I am running behind that caddy proxy if that makes any difference.

PhaNtomBek commented 1 month ago

Hello, I am running behind nginx.

PhaNtomBek commented 1 month ago

At the moment, the problem began to appear on version 0.6.5. It’s not so critical, but you need to wait 5-20 seconds for clients to display.

PhaNtomBek commented 1 month ago

At the moment, the problem began to appear on version 0.6.5. It’s not so critical, but you need to wait 5-20 seconds for clients to display.

Good day. We moved to another data center and changed addresses. A webhook was configured that tried to connect to an unavailable address. Because of this, the entire ZTNET did not work, everything was very slow. When I removed webhook, everything worked fine on version 0.6.5. On version 0.6.6 the problem persists.

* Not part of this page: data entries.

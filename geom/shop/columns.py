"""Column generation for the cutting-stock problem, with a bound that is proven in whole numbers.

Gilmore, P. C. and Gomory, R. E., "A linear programming approach to the cutting-stock problem", Operations Research 9
(1961): a linear programme over the ways of cutting one reel, to which the way that is worth most at the present
prices is added until none is worth more than its reel. The bound is Farley's (A. A. Farley, "A note on bounding a
class of linear programming problems, including cutting stock problems", Operations Research 38, 1990): with prices
pi >= 0 of the pieces, whatever they are, no plan costs less than sum(pi d) divided by the greatest worth of a reel for
its cost. Prices are rounded to whole numbers before the knapsack is solved, so that rounding of the linear programme
cannot spoil the proof.
"""

import numpy as np
from numpy.typing import NDArray

from geom.shop.filling import Job, Reel
from geom.shop.knapsack import Knapsack, best_fillings

__all__ = ["Columns", "Way"]

# Cells of the knapsack's table. Where the lengths have a common measure that makes a table no larger than this, the
# knapsack is exact; 200,000 cells are a reel of 200 m in millimetres.
_CELLS = 200_000
# Prices are kept to this part of a reel's cost: 2**-40 is finer than the linear programme's own 1e-7.
_PRICE = 1 << 40
# A way of cutting must be worth this much more than its reel to be worth adding: HiGHS' own dual tolerance.
_GAIN = 1e-7
# Ways added in one round: more need fewer rounds, but make the programme larger.
_ADDED = 30
# Share of the best bound's prices in those that ways are looked for at.
_SHARE = 0.5
# What solving the linear programme counts for each kind and way, in cells of a knapsack table: measured on jobs of 40
# to 600 kinds, within a factor of two.
_PROGRAMME = 200

Way = tuple[int, tuple[tuple[int, int], ...]]  # sold length, ((kind, how many), ...)
Floats = NDArray[np.float64]
Whole = NDArray[np.int64]


class Columns:
    """The ways of cutting found so far, and the greatest bounds proven.

    Parameters
    ----------
    job : Job
        The whole job.
    work : int
        Limit of the work in cells of knapsack tables; when it is used up, what there is must do.
    least_cost, least_count : int
        Bounds known before.
    """

    def __init__(self, job: Job, work: int, *, least_cost: int = 0, least_count: int = 0) -> None:
        self.job = job
        self.least_cost = least_cost
        self.least_count = least_count
        self.ways: list[Way] = []
        self._work = work
        self._known: set[Way] = set()
        self._entries: tuple[list[int], list[int], list[float]] = ([], [], [])  # kind, way, minus how many
        # Costs in longest reels: the programme's numbers stay near 1.
        self._costs = np.array(job.costs) / job.costs[-1]
        measure = -(-job.capacities[-1] // _CELLS)
        sizes = np.array(job.sizes, dtype=np.int64)
        # Rounded down, the sizes bound everything that fits; rounded up, all that is found fits.
        self._low, self._high = sizes // measure, -(-sizes // measure)
        self._exact = measure == 1
        self._rooms = [capacity // measure for capacity in job.capacities]

    def add(self, reels: list[Reel]) -> None:
        """Take over the ways of cutting of a plan."""
        for reel in reels:
            self._add((reel.stock, reel.cuts))

    def _add(self, way: Way) -> bool:
        if way in self._known:
            return False
        self._known.add(way)
        kinds, ways, numbers = self._entries
        for kind, number in way[1]:
            kinds.append(kind)
            ways.append(len(self.ways))
            numbers.append(-float(number))
        self.ways.append(way)
        return True

    def solve(self, demand: tuple[int, ...], *, prove: bool) -> Floats:
        """Return how often each way is used in the best mixture of reels for `demand`, adding ways as needed.

        Ways are looked for between the programme's prices and those of the best bound so far, because the programme's
        own leap about while many mixtures cost the same (Wentges, P., "Weighted Dantzig-Wolfe decomposition for
        linear mixed-integer programming", Int. Trans. Oper. Res. 4, 1997); where that finds nothing, at its own.

        Parameters
        ----------
        demand : tuple of int
            Counts of each kind.
        prove : bool
            Whether these are the counts of the whole job, so that the bounds may be raised.
        """
        most = np.array(demand, dtype=np.int64)
        centre, highest = np.zeros(len(demand)), 0.0
        share = 0.0
        while True:
            used, prices, cost = self._mixture(most)
            if prove and self.least_cost >= np.ceil(cost * self.job.costs[-1] - _GAIN):
                return used  # no mixture can raise the bound any more
            found = False
            while not found and self._afford(most):
                between = share * centre + (1.0 - share) * prices
                table, bound = self._price(most, between, prove=prove)
                if bound > highest:
                    highest, centre = bound, between * (bound / float(between @ most))
                found = self._add_ways(table, most, between, prices)
                if not found and share == 0.0:
                    return used
                share = _SHARE if found else 0.0
            if not found:
                return used

    def _afford(self, most: Whole) -> bool:
        """Return whether another round is within the work allowed, and take its work off."""
        kinds = np.flatnonzero(most)
        parts = sum(int(n).bit_length() for n in np.minimum(most[kinds], self._rooms[-1] // self._high[kinds]))
        cells = self._rooms[-1] * parts * (1 if self._exact else 2) + _PROGRAMME * len(kinds) * len(self.ways)
        if cells > self._work:
            return False
        self._work -= cells
        return True

    def _mixture(self, most: Whole) -> tuple[Floats, Floats, float]:
        """Return the best mixture of the known ways, prices of the pieces, and its cost in longest reels."""
        from scipy.optimize import linprog  # half a second, and few designs come this far
        from scipy.sparse import csr_array

        kinds, ways, numbers = self._entries
        matrix = csr_array((numbers, (kinds, ways)), shape=(len(most), len(self.ways)))
        keep = np.flatnonzero(most)
        costs = self._costs[[stock for stock, _ in self.ways]]
        answer = linprog(  # type: ignore[call-overload]  # the stubs know of no sparse matrix
            costs, A_ub=matrix[keep], b_ub=-most[keep], method="highs-ds"
        )
        prices = np.zeros(len(most))
        prices[keep] = np.maximum(-answer.ineqlin.marginals, 0.0)
        return answer.x, prices, float(answer.fun)

    def _price(self, most: Whole, prices: Floats, *, prove: bool) -> tuple[Knapsack, float]:
        """Return the best fillings at these prices, and Farley's bound in longest reels; raise the proven bounds."""
        whole = np.floor(prices * _PRICE).astype(np.int64)
        table = best_fillings(self._low, whole, most, self._rooms[-1])
        worth = sum(int(price) * int(number) for price, number in zip(whole, most, strict=True))
        best = [int(table.best[room]) for room in self._rooms]
        if prove:
            least = [
                -(-worth * cost // value)
                for cost, value in zip(self.job.costs, best, strict=True)
                if value  # a sold length that holds nothing of any worth is in no plan that matters
            ]
            self.least_cost = max(self.least_cost, min(least))
            self.least_count = max(self.least_count, -(-worth // best[-1]))
        bound = worth / max(value / cost for value, cost in zip(best, self._costs, strict=True))
        if not self._exact:
            table = best_fillings(self._high, whole, most, self._rooms[-1])
        return table, bound

    def _add_ways(self, table: Knapsack, most: Whole, between: Floats, prices: Floats) -> bool:
        """Add the best way of cutting each sold length and the best with each piece, if worth more than the reel.

        They were looked for at the prices `between`, but only `prices` say whether they better the mixture.
        """
        added = False
        for stock, room in enumerate(self._rooms):
            kinds = np.flatnonzero((self._high <= room) & (between > 0.0) & (most > 0))
            worth = between[kinds] * _PRICE + table.best[room - self._high[kinds]]
            order = np.argsort(-worth, kind="stable")[:_ADDED]
            fillings = [table.filling(room)]
            for kind in kinds[order]:
                cuts = table.filling(room - int(self._high[kind]))
                cuts[int(kind)] = min(cuts.get(int(kind), 0) + 1, int(most[kind]))
                fillings.append(cuts)
            for cuts in fillings:
                gain = sum(prices[kind] * number for kind, number in cuts.items()) - self._costs[stock]
                if gain > _GAIN:
                    added |= self._add((stock, tuple(sorted(cuts.items()))))
        return added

n9yty commented 1 week ago

Interesting . . . I pulled your latest changes into my local copy, but I also did a docker system prune -af to free up space and remove all old versions of things. Then I did a rebuild. Now I am having quite substantial delays waiting for the network information to populate. It comes in sections [i.e. the Network Settings, Network Members, Network Actions, etc], with delays between each. This makes me wonder if some component of some piece in one of the images is causing the issue, but I am was not seeing it while still having the older cached version but now that it is built from nothing it is showing up? Just a thought.

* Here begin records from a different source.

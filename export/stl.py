"""Binary STL: written as a stream.

An 80-byte header that does not begin with "solid", the number of facets (uint32), and for each facet the outward
normal and three corners (float32) and an unused uint16; little-endian, anticlockwise seen from outside, no unit
(StereoLithography Interface Specification, 1989). Ours are in millimetres from a stated origin: float32 holds
seven digits, 1 um at 10 m. Reading back is in `export.stl_check`.
"""

from collections.abc import Iterable, Iterator

import numpy as np
from numpy.typing import NDArray

from geom.solids import Facets, Mesh, Solid

HEADER = 80
COUNT = np.dtype("<u4")
FACET = np.dtype([("normal", "<f4", 3), ("corners", "<f4", (3, 3)), ("unused", "<u2")])
# The same 50 bytes with the twelve numbers in one piece, which copies four times faster.
_RECORD = np.dtype([("numbers", "V48"), ("unused", "<u2")])
_MM = 1000.0


def solid_origin(solid: Solid, within: float) -> NDArray[np.float64]:
    """Point a solid's coordinates are taken from, (3,) m: its own, else the low corner of its box.

    Parameters
    ----------
    solid : Solid
        The solid.
    within : float
        Chord tolerance, m, of the facets the box is put round.

    Returns
    -------
    ndarray, shape (3,)
        Rounded down to a millimetre where it is the box's, so that the figures state it exactly.
    """
    if solid.origin is not None:
        return solid.origin
    low, _ = solid.body.extents(within)
    return np.asarray(np.floor(low * _MM) / _MM)


def solid_stl(solid: Solid, within: float, *, origin: NDArray[np.float64] | None = None) -> Iterator[bytes]:
    """Bytes of the STL file of a solid, in millimetres from its origin.

    Parameters
    ----------
    solid : Solid
        The solid, m.
    within : float
        Greatest distance of a drawn line from the true one, m.
    origin : ndarray, shape (3,), optional
        Where the file's zero is, m; that of `solid_origin` where not given.
    """
    if origin is None:
        origin = solid_origin(solid, within)
    body = solid.body.moved(-origin).scaled(_MM)
    return binary_stl(body.chunks(within * _MM), body.facets(within * _MM), name=solid.mark)


def mesh_stl(mesh: Mesh, *, name: str) -> Iterator[bytes]:
    """Bytes of the STL file of a mesh that is in millimetres already."""
    return binary_stl(mesh.chunks(), len(mesh.faces), name=name)


def binary_stl(chunks: Iterable[Facets], count: int, *, name: str) -> Iterator[bytes]:
    """Bytes of an STL file, a chunk of facets at a time.

    Parameters
    ----------
    chunks : iterable of ndarray, shape (k, 4, 3)
        Unit normal and corners of the facets, mm.
    count : int
        How many facets the chunks hold together: the file states it before them.
    name : str
        Goes into the header, which states the unit as well.

    Raises
    ------
    ValueError
        If the chunks hold another number of facets.
    """
    # Readers take a file that begins with "solid" for the text form.
    header = f"STL mm {name}".encode("ascii", "replace")[:HEADER].ljust(HEADER)
    yield header + np.array(count, COUNT).tobytes()
    written = 0
    for facets in chunks:
        written += len(facets)
        yield _records(facets)
    if written != count:
        raise ValueError(f"{written} facets were written and {count} announced")


def _records(facets: Facets) -> bytes:
    records = np.zeros(len(facets), _RECORD)
    numbers = np.ascontiguousarray(facets, dtype="<f4").reshape(-1, 12)
    records["numbers"] = numbers.view("V48")[:, 0]
    return records.tobytes()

cscompton commented 1 week ago

looking at the browser development tools, it looks like all the pending requests or request that take a long time (15+ seconds to complete are all websocket request to /api/websocket with request/response with the greatest duration is "waiting for server response". websocket switch (https status 101) is always pending but I contribute that to the open websocket.

sinamics commented 1 week ago

looks like all the pending requests or request that take a long time (15+ seconds to complete are all websocket request to /api/websocket with request/response with the greatest duration is "waiting for server response". websocket switch (https status 101) is always pending but I contribute that to the open websocket.

The 101 pending is normal as websocket is switching from polling to websocket protocol. Can you check the /api/trpc/network.getNetworkById request, does this take long time to load?

It would be very helpsome if i could login to someones applications and have a look, as i have no clue why this happing at the moment, but i fully understand that would be difficult.

What i need to know:

sinamics commented 1 week ago

Can you test this image tag dev-489b8e1. See if the problem persist, and if so check the docker logs ztnet. I have added a load network time to the log output.

n9yty commented 1 week ago

PM me or email me - if you can send me an ssh key I will give you access to my hosted note running it as well as set you up with a temporary admin login in ztnet itself. It is a slow small node, but you can build the image on it - it just takes a long time. But you could build, tag and push the image and update it. If you are interested let me know.

I have two organizations, no "local controller" networks. Each organization has just two networks, the biggest network only has about 35 nodes in it, the others are just a handful.

I pulled the tagged image you mentioned and opened the network, this is what I have:

Executing command β–² Next.js 14.1.4

sinamics commented 1 week ago

Thank you @n9yty. Could you try this image tag and post the logs dev-d4e9021. I`ve added more time meassures to the network fetch. If that does not reveal anything, i will send you my pub ssh key.

n9yty commented 1 week ago

Here is a round of timings from that tag:

Database seeded successfully! Executing command β–² Next.js 14.1.4

sinamics commented 1 week ago

Thank you. Now i know were to look. Will do some investigation tomorrow and post an update.

sinamics commented 1 week ago

I think the issue should be resolved now. Could you guys test docker image with tag dev-89afd30. The issue appears to have been related to how the peers were fetched from the controller.

n9yty commented 1 week ago

@sinamics This does seem to resolve it. Thank you for your persistence, I know how difficult it can be tracking down an issue you can't reproduce.